Итак, по нашему убеждению, уже в «Острове» центральная для христианства идея греха и покаяния подвергается последовательному развенчанию. Вся православно-церковная атрибутика, присутствующая в фильме (юродство с его характерными приемами, прозорливость, борьба с бесом, чудотворения и т.д.) призвана, как представляется, лишь как-то замаскировать этот главный момент.
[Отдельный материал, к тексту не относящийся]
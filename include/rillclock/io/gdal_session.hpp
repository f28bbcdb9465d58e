#pragma once

#include <cstddef>
#include <string>
#include <vector>

#include "rillclock/core/error.hpp"

namespace rillclock {

/// How much GDAL had reported at some moment.
struct GdalMark {
    std::size_t failures = 0;
    std::size_t warnings = 0;
};

/// While at least one lives, GDAL, OGR and PROJ of this process work the way a run needs them.
///
/// Nothing is printed: one handler collects what every thread reports. Nothing is fetched: no network for files or
/// datum grids, no program code in virtual rasters. The drivers are registered. What the process had set before is put
/// back when the last session ends. Every reader and writer of this folder holds a session of its own, so none can be
/// used without one; a run makes one first, so that a broken installation is found at once.
class GdalSession {
public:
    /// Throws Error (machine) where PROJ cannot open its database, since every reference system would then be unknown.
    GdalSession();
    GdalSession(const GdalSession&) : GdalSession() {}
    GdalSession& operator=(const GdalSession&) { return *this; }
    ~GdalSession();

    [[nodiscard]] GdalMark mark() const;
    /// Throws an Error of that fault where GDAL reported a failure since the mark, whatever its calls returned: on a
    /// full disk they return success. The sentence is `what`, a colon and GDAL's first words on it.
    void throw_if_failed(const GdalMark& since, Fault fault, const std::string& what) const;
    /// The first failure since the mark, or an empty text.
    [[nodiscard]] std::string failure_since(const GdalMark& since) const;
    /// Warnings since the mark, each text once; at most the last hundred of them.
    [[nodiscard]] std::vector<std::string> warnings_since(const GdalMark& since) const;
};

}  // namespace rillclock
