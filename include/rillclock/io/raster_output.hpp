#pragma once

#include <algorithm>
#include <cstdint>
#include <filesystem>
#include <memory>
#include <optional>
#include <string>
#include <utility>
#include <vector>

#include "rillclock/io/reference_system.hpp"
#include "rillclock/io/stored_type.hpp"
#include "rillclock/raster/blocks.hpp"
#include "rillclock/raster/raster.hpp"

namespace rillclock {

/// How coarser copies are made: `nearest` for classes, numbers and directions, `average` for amounts.
enum class OverviewKind { nearest, average };

/// Whether a raster of that size gets a copy half as fine: while a screen does not hold it, and the copy is at least 16 cells wide. A narrower
/// one shows nothing, and its blocks would be mostly empty.
[[nodiscard]] constexpr bool has_coarser_copy(std::int64_t rows, std::int64_t columns) {
    constexpr std::int64_t seen_at_once = 512;
    constexpr std::int64_t least_copy_side = 16;
    return std::max(rows, columns) > seen_at_once && (std::min(rows, columns) + 1) / 2 >= least_copy_side;
}

/// What a raster file says about itself.
struct RasterDescription {
    StoredType stored = StoredType::float32;
    std::string description = {};
    std::string unit = {};
    std::optional<double> nodata = {};
    double scale = 1.0;
    double offset = 0.0;
    /// Names of classes by number, 0 to 65535; kept in a second file beside the raster (its name and ".aux.xml").
    std::vector<std::pair<int, std::string>> categories = {};
    /// Colours of classes by number, "#rrggbb"; for types of 8 and 16 bits without sign.
    std::vector<std::pair<int, std::string>> colours = {};
    std::vector<std::pair<std::string, std::string>> metadata = {};
    OverviewKind overviews = OverviewKind::average;
    bool cloud_optimized = false;  ///< arranged so that parts of it can be read over the network
};

/// Begins a tiled, compressed GeoTIFF. Instances for double, float, uint8_t, uint16_t, uint32_t and int32_t.
///
/// Windows may come in any order and never twice; rows of blocks (256 rows) are held until they are whole and leave in
/// order, so that the same values give the same bytes whatever the windows, the threads and GDAL's cache. Whole-width
/// strips from the top down, a row of blocks each, need the least memory. Overviews are made on the way, each level from the one before. NaN is written as `nodata`; any other value must be representable in
/// the stored type. `close` adds statistics, closes, opens the file again and checks it. What fails is an
/// Error (machine) and leaves no file, as does a sink destroyed without `close`. A symbolic link at `path` is refused.
template <class T>
[[nodiscard]] std::unique_ptr<BlockSink<T>> create_raster(const std::filesystem::path& path, const Grid& grid,
                                                          const ReferenceSystem& system,
                                                          const RasterDescription& description);

/// Writes a raster that is wholly in memory, and closes the sink.
template <class T>
void write_raster(BlockSink<T>& sink, const Raster<T>& raster) {
    sink.write(Window{.rows = raster.rows(), .columns = raster.columns()}, raster.values());
    sink.close();
}

}  // namespace rillclock
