#!/usr/bin/python3
"""What is another from storm to storm stands in peaks.csv, and what is not does not: rough sheet flow, which hangs on the intensity, beside a
long way of shallow flow, which does not."""
import unittest

import numpy as np

from support import CommandTest, table, write_points, write_raster

CELL = 2.0
WOOD, STREET = 1, 2
LEFT, RIGHT = 14, 130          # cells on either side of the mouth: 28 m of sheet flow alone, and 260 m of mostly shallow flow
BOOK = """code,name,n_typical,shallow_k_m_s,c,source
1,Wood,0.8,0.767,0.9,test
2,Lane,0.011,0.767,0.9,test
"""
RAIN = """duration_min,intensity_2yr_mm_h,intensity_100yr_mm_h
5,22,{0}
30,20,{1}
60,18,{2}
240,12,{3}
"""
STUDY = """report_units = "si"
[terrain]
elevation = "dem.tif"
[surface]
cover = "cover.tif"
book = "book.csv"
[points]
file = "points.geojson"
name = "name"
move_within = "0.1 m"
[rain]
file = "rain.csv"
return_periods = [2, 100]
two_year_24_hour = "60 mm"
[timing]
sheet = "{sheet}"
sheet_limit_rule = "stated"
raster_return_period = 2
[output]
subareas = "all"
"""


class StormsDiffer(CommandTest):
    def run_strip(self, sheet="kinematic", rare=(120, 110, 100, 60)):
        """A strip one cell wide that falls from both ends to its mouth, with a point on either side of that."""
        x = np.arange(LEFT + 1 + RIGHT)
        write_raster(self.folder / "dem.tif", (100 + 0.02 * CELL * np.abs(x - LEFT))[np.newaxis], cell=CELL)
        write_raster(self.folder / "cover.tif", np.where(x < LEFT, WOOD, STREET).astype(np.uint8)[np.newaxis], cell=CELL, kind=1, unit=None)
        places = {"Grove": LEFT - 1, "Mouth": LEFT, "Lane": LEFT + 1}
        write_points(self.folder / "points.geojson", [(name, (500_000 + CELL * (at + 0.5), 5_400_000 - CELL / 2)) for name, at in places.items()])
        (self.folder / "book.csv").write_text(BOOK)
        (self.folder / "rain.csv").write_text(RAIN.format(*rare))
        (self.folder / "study.toml").write_text(STUDY.format(sheet=sheet))
        self.repeated("run", "study.toml", "-q")
        return {name: table(self.folder / f"result/tables/{name}.csv") for name in ("peaks", "storms", "subareas")}

    def differs(self, tables):
        return {(r["point"], r["return_period_years"]): r["differs_from_raster_storm"] for r in tables["peaks"]}

    def test_the_path_and_the_last_subarea_are_others_in_a_fiercer_storm_and_the_row_says_so(self):
        tables = self.run_strip()
        last = {r["return_period_years"]: r["last_subarea"] for r in tables["peaks"] if r["point"] == "Mouth"}
        self.assertEqual(last, {"2": "Grove", "100": "Lane"})
        heads = {r["return_period_years"]: r["governing_head_x"] for r in tables["storms"] if r["point"] == "Mouth"}
        self.assertNotEqual(heads["2"], heads["100"])
        differs = self.differs(tables)
        self.assertEqual(differs["Mouth", "100"], "governing path, last subarea")
        self.assertEqual({differs[name, years] for name in ("Grove", "Lane") for years in ("2", "100")} | {differs["Mouth", "2"]}, {""})

    def test_the_subareas_that_make_the_peak_are_others_where_short_rain_is_far_fiercer(self):
        tables = self.run_strip(rare=(400, 80, 45, 14))
        makers = {r["return_period_years"]: r["peak_subareas"] for r in tables["peaks"] if r["point"] == "Mouth"}
        self.assertNotEqual(makers["2"], makers["100"])
        self.assertIn("peak subareas", self.differs(tables)["Mouth", "100"])
        self.assertEqual(self.differs(tables)["Mouth", "2"], "")

    def test_where_no_time_hangs_on_the_storm_nothing_differs(self):
        tables = self.run_strip(sheet="nrcs")
        self.assertEqual(set(self.differs(tables).values()), {""})
        self.assertEqual(len({r["last_subarea"] for r in tables["peaks"] if r["point"] == "Mouth"}), 1)


if __name__ == "__main__":
    unittest.main()
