#!/usr/bin/python3
"""Runs every command and reads every file that README shows, in a folder that holds what the text speaks of."""
import os
import re
import shlex
import shutil
import stat
import subprocess
import tomllib
import unittest

import numpy as np
from osgeo import gdal

from support import COMMAND, CommandTest, SOURCE

README = (SOURCE / "README.md").read_text(encoding="utf-8")
# Scripts build, and run these very tests: what they would run is put in place of it and looked at instead.
STAND_IN = """#!/bin/sh
echo "$(basename "$0") $*" >> "$CALLS"
"""


def blocks(language):
    return re.findall(rf"(?ms)^```{language}\n(.*?)^```", README)


def commands():
    lines = "".join(blocks("sh")).replace("\\\n", " ").splitlines()
    return [line.split(" #")[0].strip() for line in lines if line.strip() and not line.startswith("#")]


class Commands(CommandTest):
    def setUp(self):
        super().setUp()
        programs = self.folder / "bin"
        programs.mkdir()
        (programs / "rillclock").symlink_to(COMMAND)
        self.environment = os.environ | {"PATH": f"{programs}:/usr/bin:/bin:/usr/sbin:/sbin", "RILLCLOCK_COMMAND": COMMAND}

    def stand_in(self, *names):
        """Programs that only write down how they were called."""
        for name in names:
            program = self.folder / "bin" / name
            program.write_text(STAND_IN)
            program.chmod(program.stat().st_mode | stat.S_IXUSR)
        self.environment |= {"CALLS": str(self.folder / "calls")}

    def calls(self):
        return (self.folder / "calls").read_text().splitlines()

    def put_in_place_what_the_text_speaks_of(self):
        for name in ("points.geojson", "cover-book.csv"):
            shutil.copy(SOURCE / "data-demo" / name, self.folder)
        shutil.copy(SOURCE / "data-demo/dem.tif", self.folder)
        self.as_nlcd("cover.tif")
        for number, text in enumerate(blocks("toml")):
            (self.folder / f"study{number or ''}.toml").write_text(text, encoding="utf-8")
        for text in blocks("csv"):
            (self.folder / "town-cover.csv").write_text(text, encoding="utf-8")

    def as_nlcd(self, name):
        """The demo's land cover with codes of the NLCD legend."""
        file = gdal.GetDriverByName("GTiff").CreateCopy(str(self.folder / name), gdal.Open(str(SOURCE / "data-demo/cover.tif")))
        codes = np.arange(256, dtype=np.uint8)
        codes[1:9] = 24, 23, 21, 71, 82, 41, 11, 31
        file.GetRasterBand(1).WriteArray(codes[file.GetRasterBand(1).ReadAsArray()])
        file.FlushCache()

    def shell(self, line, cwd=None):
        return subprocess.run(["bash", "-c", line], cwd=cwd or self.folder, env=self.environment, capture_output=True, text=True,
                              check=False, timeout=200)

    def test_every_command_of_the_command_line_runs_as_shown(self):
        self.put_in_place_what_the_text_speaks_of()
        shown = [line for line in commands() if not line.startswith("scripts/")]
        self.assertGreaterEqual(len(shown), 8)
        for line in shown:
            run = self.shell(line)
            self.assertEqual(run.returncode, 0, line + "\n" + run.stdout + run.stderr)

    def test_the_scripts_it_names_are_there_and_are_the_only_ones(self):
        shown = {shlex.split(line)[0] for line in commands() if line.startswith("scripts/")}
        self.assertEqual(shown, {"scripts/run-demo", "scripts/run-tests", "scripts/build"})
        for script in shown:
            self.assertTrue(os.access(SOURCE / script, os.X_OK), script)

    def test_the_demo_runs_from_any_folder_again_and_again(self):
        for _ in range(2):
            run = self.shell(str(SOURCE / "scripts/run-demo"))
            self.assertEqual(run.returncode, 0, run.stdout + run.stderr)
            for part in ("  * 'Weir' drains", "tables/outlets.csv", "licensed engineer"):
                self.assertIn(part, run.stdout)
        self.assertEqual(sorted(p.name for p in self.folder.iterdir()), ["bin"])

    def test_build_configures_and_builds_the_kind_it_is_told(self):
        self.stand_in("cmake")
        for line in (line for line in commands() if line.startswith("scripts/build")):
            self.assertEqual(self.shell(f"{SOURCE}/{line}").returncode, 0)
            kind = line.split()[1]
            self.assertIn(f"cmake --build build/{kind}", self.calls())
            self.assertTrue(any(call.startswith(f"cmake -S . -B build/{kind} -G Ninja") for call in self.calls()))
        self.assertEqual(self.shell(f"{SOURCE}/scripts/build other").returncode, 2)

    def test_run_tests_builds_and_ends_with_ctest(self):
        self.stand_in("cmake", "ctest")
        run = self.shell(f"{SOURCE}/scripts/run-tests --tests-regex terrain")
        self.assertEqual(run.returncode, 0, run.stdout + run.stderr)
        self.assertIn("cmake --build build/dev", self.calls())
        self.assertRegex(self.calls()[-1], r"^ctest --test-dir build/dev .*--tests-regex terrain$")

    def test_the_first_answer_in_the_text_is_the_one_given(self):
        run = self.shell(str(SOURCE / "scripts/run-demo"))
        shown = next(text for text in blocks("text") if "Weir" in text)
        for line in shown.splitlines():
            if line.strip() and line.strip() != "...":
                self.assertIn(line.strip(), run.stdout)


class Files(CommandTest):
    def test_study_files_shown_are_toml(self):
        self.assertGreaterEqual(len(blocks("toml")), 1)
        for text in blocks("toml"):
            self.assertIn("terrain", tomllib.loads(text))


if __name__ == "__main__":
    unittest.main()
ЛОБОВАЯ АТАКА НА ХРИСТИАНСТВО В «ЦАРЕ»
Что же нового на эту свою главную тему сказал режиссер в новом фильме? Здесь центральным моментом является, без сомнения, беседа царя с митрополитом Филиппом о вине людей. Царь говорит, что он «верует в Страшный суд», на котором Бог будет судить людей за их грехи, «вины», а его, царя - за то, насколько хорошо он соблюдал свою державу, охраняя ее от этих «вин». (Передаю по памяти, и, конечно, не с абсолютной точностью, но за общий смысл ручаюсь). Таким образом, основа авторской концепции, на которую почему-то не обращают внимания критики, лежит буквально на поверхности. Возможная политическая вина людей (подданных) перед царем и государством, которой ведь вполне может и не быть, в художественной концепции фильма смешивается с «виной», так сказать, онтологической, метафизической. «Как это они невиновны, - вопрошает Иван, - люди все виновны, ибо они все грешники, начиная с Адама». В этом смешении чисто религиозного, метафизического и политического планов и заключается по мысли режиссера, «учение» Ивана Грозного, и именно оно, по мнению его единомышленников, и выражает в полной мере суть того, что либералы называют «историческим христианством» «константиновского периода». Итак, все люди виновны по рождению, а царь «Богом поставлен» для того, чтобы пасти их «жезлом железным», оберегать от заведомо виновных людей свою «державу», государство, которое есть «образ Небесного Иерусалима» (ср. дворец царя в фильме). Не с историческим Иоанном IV борется режиссер, а с ложным учением о человеке и власти, которое, по его мнению, есть не только учение Грозного царя (с адекватностью трактовки Лунгиным этого последнего также существуют немалые проблемы), но достояние Православия вообще! Если не принять во внимание этот ключевой момент, тогда абсолютно непонятно, почему воеводы, ставшие жертвой политической интриги, заведомо оклеветанные, единодушно признают свою несуществующую «вину» перед государем (который обвиняет их в мифическом «заговоре»), оговаривают себя, причем подчеркивается, что это происходит отнюдь не под пытками! Настоящие православные - как же они могут отрицать свою вину, если воспитаны, несчастные, в той же логике, что и царь: «все люди - грешники»?! «Византийско-московское православие» со всей его рабской метафизикой - немыслимо без бессмысленно-жестокой и абсолютно бесчеловечной царской тирании - вот простая, как мычание, столь любимая либералами идея, которая осиновым колом вбивается здесь в сознание зрителя.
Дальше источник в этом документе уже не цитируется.